Утробно рыча от бессилия и собственной слабости, Микки бросил последний взгляд на свои бесполезные попытки получить удовлетворение и, размашистым ударом впечатывая кулак в зеркало, вмиг расколовшееся на сотни крохотных осколков, один из которых прорезал злоебучий снимок по краю, не смог сдержать стона:
- Чтоб тебя, - вырвалось из груди брюнета, и первые алые капли из рассеченных костяшек упали на белый фаянс. – Ааааа, блять, - выковыривая стекляшки из ран, рычал он, сдерживая вновь подступившие слезы, соль которых уже ощутимо царапала нежную кожу век своими микрокристаллами, - черт, – выдохнул он, замечая порванный край своего главного сокровища.
- Что там с тобой? – обеспокоенный голос Светланы, сопровождаемый тихим стуком в запертую дверь, раздался через мгновение, застав Милковича за его позорным занятием.

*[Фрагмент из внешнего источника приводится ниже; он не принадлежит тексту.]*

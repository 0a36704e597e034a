// Native programs read back; see plan.h.
#include "output/plan.h"

#include <fmt/format.h>

#include <algorithm>
#include <charconv>
#include <optional>
#include <sstream>

#include "circuit/message.h"

namespace isinglass {

namespace {

/// `name[index]`, or `name` alone for a scalar.
struct Indexed {
  std::string name;
  std::optional<std::uint32_t> index;
};

std::optional<Indexed> indexed(const std::string& text) {
  const std::size_t open = text.find('[');
  if (open == std::string::npos) return Indexed{text, {}};
  std::uint32_t index = 0;
  const auto [end, fault] = std::from_chars(text.data() + open + 1, text.data() + text.size(), index);
  if (fault != std::errc{} || end != text.data() + text.size() - 1 || text.back() != ']') return {};
  return Indexed{text.substr(0, open), index};
}

class PlanReader {
 public:
  explicit PlanReader(const Circuit& native) : native_(native) {}

  Placed read() {
    Placed placed;
    placed.circuit = native_;
    placed.circuit.pragmas.clear();
    for (const std::string& pragma : native_.pragmas) {
      std::istringstream stream(pragma);
      std::string family, kind, first, second;
      stream >> family >> kind >> first >> second;
      if (family != "isinglass") {
        placed.circuit.pragmas.push_back(pragma);
      } else if (kind == "name") {
        rename(placed.circuit, first, second);
      } else if (kind == "start") {
        add_qubit(pragma, first);
        start_.push_back(ion(pragma, second));
      } else if (kind == "end") {
        ends_.emplace_back(first, ion(pragma, second));
      }
    }
    if (start_.empty()) {
      throw Failure(Exit::source_at_fault,
                    "this program has no isinglass pragmas: a plan is what compile wrote");
    }
    placed.circuit.registers = registers_;
    placed.circuit.source_qubits = static_cast<std::uint32_t>(start_.size());
    placed.circuit.end_wire.assign(start_.size(), no_bit);
    for (const auto& [name, where] : ends_) {
      const auto found = std::find(names_.begin(), names_.end(), name);
      if (found == names_.end())
        throw Failure(Exit::source_at_fault, "no pragma says where " + name + " starts");
      placed.circuit.end_wire[static_cast<std::size_t>(found - names_.begin())] = native_.end_wire[where];
    }
    for (std::size_t q = 0; q < names_.size(); ++q) {
      if (placed.circuit.end_wire[q] == no_bit) {
        throw Failure(Exit::source_at_fault, "no pragma says where " + names_[q] + " ends");
      }
    }
    placed.start = start_;
    placed.in_use = used(placed);
    return placed;
  }

 private:
  std::uint32_t ion(const std::string& pragma, const std::string& text) const {
    const auto where = indexed(text);
    if (!where || !where->index || *where->index >= native_.wires) {
      throw Failure(Exit::source_at_fault, "pragma " + pragma + ": the program has no ion of that name");
    }
    return *where->index;
  }

  /// What the source called `source` is `name` in this program. Values files use the names of the source.
  static void rename(Circuit& circuit, const std::string& source, const std::string& name) {
    for (Input& input : circuit.inputs) {
      if (input.name == name) input.source = source;
    }
    for (Variable& variable : circuit.variables) {
      if (variable.name == name) variable.source = source;
    }
  }

  /// Qubits come register by register, each from 0 on: the order in which the program was written.
  void add_qubit(const std::string& pragma, const std::string& text) {
    const auto qubit = indexed(text);
    const auto wire = static_cast<std::uint32_t>(names_.size());
    names_.push_back(text);
    const bool opens = qubit && qubit->index.value_or(0) == 0;
    const bool follows = qubit && qubit->index && !registers_.empty() &&
                         registers_.back().name == qubit->name && registers_.back().size == *qubit->index;
    if (follows && *qubit->index > 0) {
      ++registers_.back().size;
    } else if (opens) {
      registers_.push_back({qubit->name, wire, 1, !qubit->index});
    } else {
      throw Failure(Exit::source_at_fault,
                    "pragma " + pragma + ": qubits are named in the order of their registers");
    }
  }

  static std::vector<bool> used(const Placed& placed) {
    std::vector<bool> used(placed.circuit.wires);
    for (const auto where : placed.start) used[where] = true;
    for (const auto where : placed.circuit.end_wire) used[where] = true;
    for (const Block& block : placed.circuit.blocks) {
      for (const Operation& op : block) {
        for (const auto wire : placed.circuit.operands(op)) used[wire] = true;
      }
    }
    return used;
  }

  const Circuit& native_;
  std::vector<Register> registers_;
  std::vector<std::string> names_;
  std::vector<std::uint32_t> start_;
  std::vector<std::pair<std::string, std::uint32_t>> ends_;
};

}  // namespace

Placed plan_of(const Circuit& native) {
  return PlanReader(native).read();
}

}  // namespace isinglass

- Нормально все, - поспешил ответить он, в сотне отражений зеркальных осколков рассматривая свое раскрасневшееся лицо, - поскользнулся, - решив оправдать странные звуки, раздающиеся из ванной, добавил он, переводя взгляд на фото.
- Скорее, мне нужно в туалет, - раздалось за дверью, и перепачканные кровью пальцы вновь поспешили засунуть снимок в журнал, наспех брошенный за бочок унитаза сразу после.
Широко распахнув дверь, Микки выскочил в коридор, чуть не сбив с ног стоявшую рядом девушку, и поспешил вернуться в комнату, в надежде на сон, укладываясь на семейное ложе, прекрасно понимая, что добиться желаемого ему вряд ли удастся.
Впрочем, как и в последние несколько недель.
***
Долгожданный сон вернулся через месяц, когда в голове Милковича компанию рыжему, проебавшемуся в неизвестном направлении, стали составлять, а вскоре и вовсе вытеснили его, русские шлюхи, вынужденные подсчитывать свои гроши, которых едва хватало на противозачаточные таблетки, и постоянные жалобы его жены на блядского Сашу, использующего девочек по полной, без желания повышать заработную плату.
На огромных размеров бугая-сутенера, державшего в страхе половину района, изжившего всех своих конкурентов на рынке продажной любви, на деле оказавшегося миловидной наружности дамочкой, мастерски расправившейся с затеявшим шлюхореволюцию Микки.
Очередной контейнер из России прибыл уже через неделю, выбрасывая на холодные улицы осеннего Чикаго новую порцию свежего мяса, а бывшие коллеги Светланы, во главе с особо разговорчивой брюнеткой, остались без работы.